This fall various groups, including the National Institutes of Health and the federal Centers for Disease Control, are rallying behind the radical ideas that people with Down syndrome are valuable and deserve to live. Radical? Apparently. Thanks to new genetic testing capabilities, prospective parents are aborting those unborn children merely suspected of having three copies of the 21st chromosome instead of the usual two at a staggering rate of 90 percent.
Washington Post columnist Patricia Bauer thinks that’s a tragedy:
We cherish our friends and family members and think their unexpected extra chromosome is not the most important thing about them. And we worry that the relentlessness of genetic testing is amplifying stigma and bias against the 350,000 flesh-and-blood Americans who have the condition, as well as people who have other conditions that are now or soon will be prenatally discoverable.
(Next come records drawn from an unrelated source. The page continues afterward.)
import { describe, expect, it } from 'vitest';
import { limitingFlux } from '../../../shared/domain/flux.js';
import { statePoint, type StatePointInputs } from '../../../shared/domain/state-point.js';
import { vesilindVelocity_mh } from '../../../shared/domain/settling.js';
import { mulberry32, uniform } from './prng.js';

// Worked example after the state point method of Keinath (1985) as presented in Metcalf & Eddy,
// Wastewater Engineering: Treatment and Resource Recovery, 5th ed. (2014), ch. 8 — the numbers are an
// invented plant of our own and every expected value is computed by hand below. The textbook's own
// worked example (Example 8-3, clarifier step) is checked in textbook-example.test.ts.
const plant: StatePointInputs = {
  influentFlow_m3h: 1000,
  rasFlow_m3h: 600,
  mlss_gL: 3,
  clarifierArea_m2: 1600,
  vesilind: { v0_mh: 7.8, k_Lg: 0.4 },
};

describe('state point analysis (Keinath 1985; Keinath et al. 1977)', () => {
  it('worked example by hand', () => {
    const sp = statePoint(plant);
    // SOR = 1000/1600 = 0.625 m/h; SLR = 1600·3/1600 = 3 kg/(m²·h); u = 600/1600 = 0.375 m/h
    expect(sp.overflowRate_mh.value).toBeCloseTo(0.625, 12);
    expect(sp.solidsLoading_kgm2h.value).toBeCloseTo(3, 12);
    expect(sp.underflowRate_mh.value).toBeCloseTo(0.375, 12);
    // required underflow concentration = 1600·3/600 = 8 g/L
    expect(sp.requiredUnderflowConc_gL.value).toBeCloseTo(8, 12);
    // vs(3) = 7.8·e^(−1.2) = 7.8·0.301194 = 2.34931 m/h → clarification margin 1 − 0.625/2.34931 = 0.73396
    expect(sp.clarificationMargin.value).toBeCloseTo(0.73396, 4);
    // Limiting concentration: solve e^(−0.4X)(0.4X − 1) = 0.375/7.8 = 0.0480769 on X > 5 g/L.
    // By hand (Newton on y = 0.4X): y = 4.1975 gives e^(−4.1975)(3.1975) = 0.015035·3.1975 = 0.04807 → X_L ≈ 10.494 g/L,
    // G_L = (7.8·e^(−4.1975) + 0.375)·10.494 = (0.11727 + 0.375)·10.494 = 5.1658 kg/(m²·h)
    expect(sp.limitingConc_gL.value).toBeCloseTo(10.494, 2);
    expect(sp.limitingFlux_kgm2h.value).toBeCloseTo(5.166, 2);
    expect(sp.maxUnderflowConc_gL.value).toBeCloseTo(5.1658 / 0.375, 1);
    // thickening margin 1 − 3/5.1658 = 0.4193
    expect(sp.thickeningMargin.value).toBeCloseTo(0.4193, 3);
  });

  it('influent flows at zero margin (bisection) agree with the closed forms, Q_R held', () => {
    const sp = statePoint(plant);
    const gl = limitingFlux(0.375, plant.vesilind).value!.limitingFlux_kgm2h;
    // thickening: (Q + QR)·X/A = G_L → Q = G_L·A/X − QR
    expect(sp.thickeningLimitFlow_m3h.value).toBeCloseTo((gl * 1600) / 3 - 600, 6);
    // clarification: Q/A = vs(X) → Q = A·vs(X)
    expect(sp.clarificationLimitFlow_m3h.value).toBeCloseTo(1600 * vesilindVelocity_mh(3, plant.vesilind), 6);
  });

  it('property: thickening and clarification margins fall as influent flow rises (200 seeded cases)', () => {
    const rnd = mulberry32(99);
    for (let i = 0; i < 200; i++) {
      const base: StatePointInputs = {
        influentFlow_m3h: uniform(rnd, 50, 5000),
        rasFlow_m3h: uniform(rnd, 50, 3000),
        mlss_gL: uniform(rnd, 1, 6),
        clarifierArea_m2: uniform(rnd, 200, 5000),
        vesilind: { v0_mh: uniform(rnd, 4, 12), k_Lg: uniform(rnd, 0.2, 0.8) },
      };
      const more = { ...base, influentFlow_m3h: base.influentFlow_m3h * uniform(rnd, 1.01, 3) };
      const a = statePoint(base);
      const b = statePoint(more);
      expect(b.clarificationMargin.value!).toBeLessThan(a.clarificationMargin.value!);
      if (a.thickeningMargin.value !== null) expect(b.thickeningMargin.value!).toBeLessThan(a.thickeningMargin.value);
      else expect(b.thickeningMargin.value).toBeNull();
    }
  });

  it('carries settling-parameter quality and never returns NaN at edge inputs', () => {
    const est = statePoint({ ...plant, settlingQuality: { quality: 'estimated', reasons: ['from correlation'] } });
    expect(est.thickeningMargin.quality).toBe('estimated');
    expect(est.thickeningMargin.reasons).toContain('from correlation');
    const zeroRas = statePoint({ ...plant, rasFlow_m3h: 0 });
    expect(zeroRas.thickeningMargin.value).toBeNull();
    expect(zeroRas.requiredUnderflowConc_gL.value).toBeNull();
    const zeroQ = statePoint({ ...plant, influentFlow_m3h: 0 });
    expect(zeroQ.clarificationMargin.value).toBe(1);
    const noArea = statePoint({ ...plant, clarifierArea_m2: 0 });
    for (const f of Object.values(noArea)) expect(f.value).toBeNull();
    for (const sp of [zeroRas, zeroQ, noArea, statePoint({ ...plant, rasFlow_m3h: 1e5 })]) {
      for (const f of Object.values(sp)) if (f.value !== null) expect(Number.isFinite(f.value)).toBe(true);
    }
  });
});
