/** Tag units the engine understands, as factor to the engine's SI unit of that dimension. */
const UNIT_TABLE: Record<string, { dim: 'flow' | 'conc' | 'length' | 'state'; factor: number }> = {
  'm3/h': { dim: 'flow', factor: 1 },
  'm³/h': { dim: 'flow', factor: 1 },
  'm3/d': { dim: 'flow', factor: 1 / 24 },
  'm³/d': { dim: 'flow', factor: 1 / 24 },
  'L/s': { dim: 'flow', factor: 3.6 },
  'g/L': { dim: 'conc', factor: 1 },
  'kg/m3': { dim: 'conc', factor: 1 },
  'kg/m³': { dim: 'conc', factor: 1 },
  'mg/L': { dim: 'conc', factor: 1e-3 },
  'g/m3': { dim: 'conc', factor: 1e-3 },
  'g/m³': { dim: 'conc', factor: 1e-3 },
  m: { dim: 'length', factor: 1 },
  cm: { dim: 'length', factor: 0.01 },
  state: { dim: 'state', factor: 1 },
};
const SIGNAL_DIM: Record<SignalKindName, 'flow' | 'conc' | 'length' | 'state'> = {
  'plant.influentFlow': 'flow',
  'plant.effluentFlow': 'flow',
  'basin.influentFlow': 'flow',
  'basin.mlss': 'conc',
  'clarifier.blanketLevel': 'length',
  'clarifier.underflowTss': 'conc',
  'clarifier.effluentTss': 'conc',
  'pump.flow': 'flow',
  'pump.running': 'state',
};
const SI_UNIT = { flow: 'm3/h', conc: 'g/L', length: 'm', state: 'state' } as const;

/** Factor from the tag's unit to SI for this signal, or null when the unit does not fit. */
export function unitFactor(signal: SignalKindName, unit: string): number | null {
  const u = UNIT_TABLE[unit.trim()];
  return u && u.dim === SIGNAL_DIM[signal] ? u.factor : null;
}

// ---------------------------------------------------------------- helpers

const fo = (f: Figure<number>, unit: string): FigureOut => ({ value: f.value, quality: f.quality, reasons: [...f.reasons], unit });
const iso = (ms: number) => new Date(ms).toISOString();

/** Sum of figures; unavailable if any part is (a partial sum would be a silent under-count). */
function sumFigures(parts: Figure<number>[], what: string): Figure<number> {
  if (parts.length === 0) return unavailable(`no ${what} configured`);
  const c = combineQuality(...parts);
  if (parts.some((p) => p.value === null)) return unavailable(...c.reasons);
  const total = parts.reduce((s, p) => s + (p.value as number), 0);
  return propagate(good(total), ...parts);
}

/** fn over figure values with quality propagation; unavailable if any input is. */
function over(inputs: Figure<number>[], fn: (...v: number[]) => number | Figure<number>): Figure<number> {
  if (inputs.some((i) => i.value === null)) return unavailable(...combineQuality(...inputs).reasons);
  const r = fn(...inputs.map((i) => i.value as number));
  return propagate(typeof r === 'number' ? good(r) : r, ...inputs);
}

/** Least-squares slope of (t_h, y) [y/h]; null with fewer than 3 points. */
function slopePerHour(pts: { t_ms: number; v: number }[]): number | null {
  if (pts.length < 3) return null;
  const t0 = pts[0]!.t_ms;
  const xs = pts.map((p) => (p.t_ms - t0) / 3_600_000);
  const mx = xs.reduce((a, b) => a + b, 0) / xs.length;
  const my = pts.reduce((a, p) => a + p.v, 0) / pts.length;
  let num = 0;
  let den = 0;
  for (let i = 0; i < pts.length; i++) {
    num += (xs[i]! - mx) * (pts[i]!.v - my);
    den += (xs[i]! - mx) ** 2;
  }
  return den > 0 ? num / den : null;
}

// ---------------------------------------------------------------- the pure assembly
In recent conversations with obstetricians and gynecologists, I’ve found that we family members aren’t the only ones with these fears. Physicians say they’re disturbed by mounting demands from prospective parents for nothing less than the “perfect” child, and by lawyers who troll for lawsuits against doctors who have the misfortune to deliver nonstandard babies. Not long ago, a Florida jury awarded a couple more than $21 million when their doctor failed to detect an obscure genetic condition prenatally.
Doctors are left to practice defensive medicine, ordering expensive tests and drowning patients in mind-numbing data, while parents labor under the misapprehension that they have a duty to terminate if the tests so dictate.
Bauer, who has an adult daughter with Down syndrome, has an information-packed website on disability-related issues. May such voices multiply in a society that increasingly looks at the less-than-physically perfect as not worthy of life.